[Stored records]
^^^^^^^^^^^^^^^^

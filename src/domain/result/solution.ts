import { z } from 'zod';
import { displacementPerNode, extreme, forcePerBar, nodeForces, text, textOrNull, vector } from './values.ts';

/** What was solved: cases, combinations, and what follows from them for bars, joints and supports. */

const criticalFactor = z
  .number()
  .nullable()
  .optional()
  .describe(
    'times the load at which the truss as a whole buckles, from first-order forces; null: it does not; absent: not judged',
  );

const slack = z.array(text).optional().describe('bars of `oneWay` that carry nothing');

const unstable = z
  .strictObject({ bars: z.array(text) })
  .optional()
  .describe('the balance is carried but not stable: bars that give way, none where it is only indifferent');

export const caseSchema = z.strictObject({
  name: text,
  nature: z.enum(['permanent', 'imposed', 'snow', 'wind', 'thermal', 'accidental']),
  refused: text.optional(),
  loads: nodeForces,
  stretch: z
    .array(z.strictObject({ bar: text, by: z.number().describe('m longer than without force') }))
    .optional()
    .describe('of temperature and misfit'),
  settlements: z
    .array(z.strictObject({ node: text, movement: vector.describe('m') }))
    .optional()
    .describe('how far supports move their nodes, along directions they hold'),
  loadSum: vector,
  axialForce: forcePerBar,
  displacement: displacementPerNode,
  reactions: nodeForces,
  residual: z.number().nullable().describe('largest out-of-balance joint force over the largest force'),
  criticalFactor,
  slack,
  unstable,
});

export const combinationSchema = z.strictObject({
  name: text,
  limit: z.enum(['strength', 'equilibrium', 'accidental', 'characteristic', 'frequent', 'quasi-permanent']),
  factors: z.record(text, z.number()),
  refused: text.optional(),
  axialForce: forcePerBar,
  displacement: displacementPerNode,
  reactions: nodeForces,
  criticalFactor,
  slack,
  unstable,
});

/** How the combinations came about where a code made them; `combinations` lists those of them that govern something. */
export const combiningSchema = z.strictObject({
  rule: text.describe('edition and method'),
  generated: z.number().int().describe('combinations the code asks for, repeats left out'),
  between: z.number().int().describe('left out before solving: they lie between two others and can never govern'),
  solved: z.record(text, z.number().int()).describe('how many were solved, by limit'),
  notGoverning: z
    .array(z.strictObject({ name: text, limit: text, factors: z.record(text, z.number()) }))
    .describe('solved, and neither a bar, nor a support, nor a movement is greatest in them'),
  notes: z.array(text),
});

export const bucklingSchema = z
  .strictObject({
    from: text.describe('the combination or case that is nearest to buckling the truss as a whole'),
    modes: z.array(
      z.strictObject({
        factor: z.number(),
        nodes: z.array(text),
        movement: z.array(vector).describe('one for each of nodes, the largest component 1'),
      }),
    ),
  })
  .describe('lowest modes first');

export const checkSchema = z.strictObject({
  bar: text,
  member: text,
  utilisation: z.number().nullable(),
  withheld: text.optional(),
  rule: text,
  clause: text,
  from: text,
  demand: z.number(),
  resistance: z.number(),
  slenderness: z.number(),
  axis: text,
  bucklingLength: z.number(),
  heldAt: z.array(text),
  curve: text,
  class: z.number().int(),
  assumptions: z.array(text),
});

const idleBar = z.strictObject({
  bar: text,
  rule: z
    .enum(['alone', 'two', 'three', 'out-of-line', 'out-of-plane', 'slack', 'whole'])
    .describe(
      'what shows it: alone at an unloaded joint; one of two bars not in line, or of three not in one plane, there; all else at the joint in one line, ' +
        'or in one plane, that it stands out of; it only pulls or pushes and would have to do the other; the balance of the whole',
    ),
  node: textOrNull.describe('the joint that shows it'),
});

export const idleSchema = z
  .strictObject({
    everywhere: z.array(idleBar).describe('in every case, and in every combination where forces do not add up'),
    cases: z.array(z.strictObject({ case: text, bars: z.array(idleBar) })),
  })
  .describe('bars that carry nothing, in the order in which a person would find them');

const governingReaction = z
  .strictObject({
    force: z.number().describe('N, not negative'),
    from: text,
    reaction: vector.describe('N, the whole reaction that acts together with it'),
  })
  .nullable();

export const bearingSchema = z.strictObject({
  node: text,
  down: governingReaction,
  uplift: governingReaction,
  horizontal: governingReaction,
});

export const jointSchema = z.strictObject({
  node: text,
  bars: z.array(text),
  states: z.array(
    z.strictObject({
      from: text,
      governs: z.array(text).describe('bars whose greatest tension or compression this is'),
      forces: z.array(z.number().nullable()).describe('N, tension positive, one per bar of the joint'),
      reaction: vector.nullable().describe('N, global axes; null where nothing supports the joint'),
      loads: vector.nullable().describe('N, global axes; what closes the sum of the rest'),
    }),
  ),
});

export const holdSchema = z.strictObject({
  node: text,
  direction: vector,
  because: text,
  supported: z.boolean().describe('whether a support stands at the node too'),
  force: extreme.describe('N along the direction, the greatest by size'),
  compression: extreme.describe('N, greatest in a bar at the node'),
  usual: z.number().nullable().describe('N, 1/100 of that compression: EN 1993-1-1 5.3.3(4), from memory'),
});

^^^^^^^^^^^^^^^^

PROBLEM TO WORK ON. Every record above must be printed again exactly.

RESULT FOR THIS TASK.
filename src/domain/result/solution.ts
import { z } from 'zod';
import { displacementPerNode, extreme, forcePerBar, nodeForces, text, textOrNull, vector } from './values.ts';

/** What was solved: cases, combinations, and what follows from them for bars, joints and supports. */

const criticalFactor = z
  .number()
  .nullable()
  .optional()
  .describe(
    'times the load at which the truss as a whole buckles, from first-order forces; null: it does not; absent: not judged',
  );

const slack = z.array(text).optional().describe('bars of `oneWay` that carry nothing');

const unstable = z
  .strictObject({ bars: z.array(text) })
  .optional()
  .describe('the balance is carried but not stable: bars that give way, none where it is only indifferent');

export const caseSchema = z.strictObject({
  name: text,
  nature: z.enum(['permanent', 'imposed', 'snow', 'wind', 'thermal', 'accidental']),
  refused: text.optional(),
  loads: nodeForces,
  stretch: z
    .array(z.strictObject({ bar: text, by: z.number().describe('m longer than without force') }))
    .optional()
    .describe('of temperature and misfit'),
  settlements: z
    .array(z.strictObject({ node: text, movement: vector.describe('m') }))
    .optional()
    .describe('how far supports move their nodes, along directions they hold'),
  loadSum: vector,
  axialForce: forcePerBar,
  displacement: displacementPerNode,
  reactions: nodeForces,
  residual: z.number().nullable().describe('largest out-of-balance joint force over the largest force'),
  criticalFactor,
  slack,
  unstable,
});

export const combinationSchema = z.strictObject({
  name: text,
  limit: z.enum(['strength', 'equilibrium', 'accidental', 'characteristic', 'frequent', 'quasi-permanent']),
  factors: z.record(text, z.number()),
  refused: text.optional(),
  axialForce: forcePerBar,
  displacement: displacementPerNode,
  reactions: nodeForces,
  criticalFactor,
  slack,
  unstable,
});

/** How the combinations came about where a code made them; `combinations` lists those of them that govern something. */
export const combiningSchema = z.strictObject({
  rule: text.describe('edition and method'),
  generated: z.number().int().describe('combinations the code asks for, repeats left out'),
  between: z.number().int().describe('left out before solving: they lie between two others and can never govern'),
  solved: z.record(text, z.number().int()).describe('how many were solved, by limit'),
  notGoverning: z
    .array(z.strictObject({ name: text, limit: text, factors: z.record(text, z.number()) }))
    .describe('solved, and neither a bar, nor a support, nor a movement is greatest in them'),
  notes: z.array(text),
});

export const bucklingSchema = z
  .strictObject({
    from: text.describe('the combination or case that is nearest to buckling the truss as a whole'),
    modes: z.array(
      z.strictObject({
        factor: z.number(),
        nodes: z.array(text),
        movement: z.array(vector).describe('one for each of nodes, the largest component 1'),
      }),
    ),
  })
  .describe('lowest modes first');

export const checkSchema = z.strictObject({
  bar: text,
  member: text,
  utilisation: z.number().nullable(),
  withheld: text.optional(),
  rule: text,
  clause: text,
  from: text,
  demand: z.number(),
  resistance: z.number(),
  slenderness: z.number(),
  axis: text,
  bucklingLength: z.number(),
  heldAt: z.array(text),
  curve: text,
  class: z.number().int(),
  assumptions: z.array(text),
});

const idleBar = z.strictObject({
  bar: text,
  rule: z
    .enum(['alone', 'two', 'three', 'out-of-line', 'out-of-plane', 'slack', 'whole'])
    .describe(
      'what shows it: alone at an unloaded joint; one of two bars not in line, or of three not in one plane, there; all else at the joint in one line, ' +
        'or in one plane, that it stands out of; it only pulls or pushes and would have to do the other; the balance of the whole',
    ),
  node: textOrNull.describe('the joint that shows it'),
});

export const idleSchema = z
  .strictObject({
    everywhere: z.array(idleBar).describe('in every case, and in every combination where forces do not add up'),
    cases: z.array(z.strictObject({ case: text, bars: z.array(idleBar) })),
  })
  .describe('bars that carry nothing, in the order in which a person would find them');

const governingReaction = z
  .strictObject({
    force: z.number().describe('N, not negative'),
    from: text,
    reaction: vector.describe('N, the whole reaction that acts together with it'),
  })
  .nullable();

export const bearingSchema = z.strictObject({
  node: text,
  down: governingReaction,
  uplift: governingReaction,
  horizontal: governingReaction,
});

export const jointSchema = z.strictObject({
  node: text,
  bars: z.array(text),
  states: z.array(
    z.strictObject({
      from: text,
      governs: z.array(text).describe('bars whose greatest tension or compression this is'),
      forces: z.array(z.number().nullable()).describe('N, tension positive, one per bar of the joint'),
      reaction: vector.nullable().describe('N, global axes; null where nothing supports the joint'),
      loads: vector.nullable().describe('N, global axes; what closes the sum of the rest'),
    }),
  ),
});

export const holdSchema = z.strictObject({
  node: text,
  direction: vector,
  because: text,
  supported: z.boolean().describe('whether a support stands at the node too'),
  force: extreme.describe('N along the direction, the greatest by size'),
  compression: extreme.describe('N, greatest in a bar at the node'),
  usual: z.number().nullable().describe('N, 1/100 of that compression: EN 1993-1-1 5.3.3(4), from memory'),
});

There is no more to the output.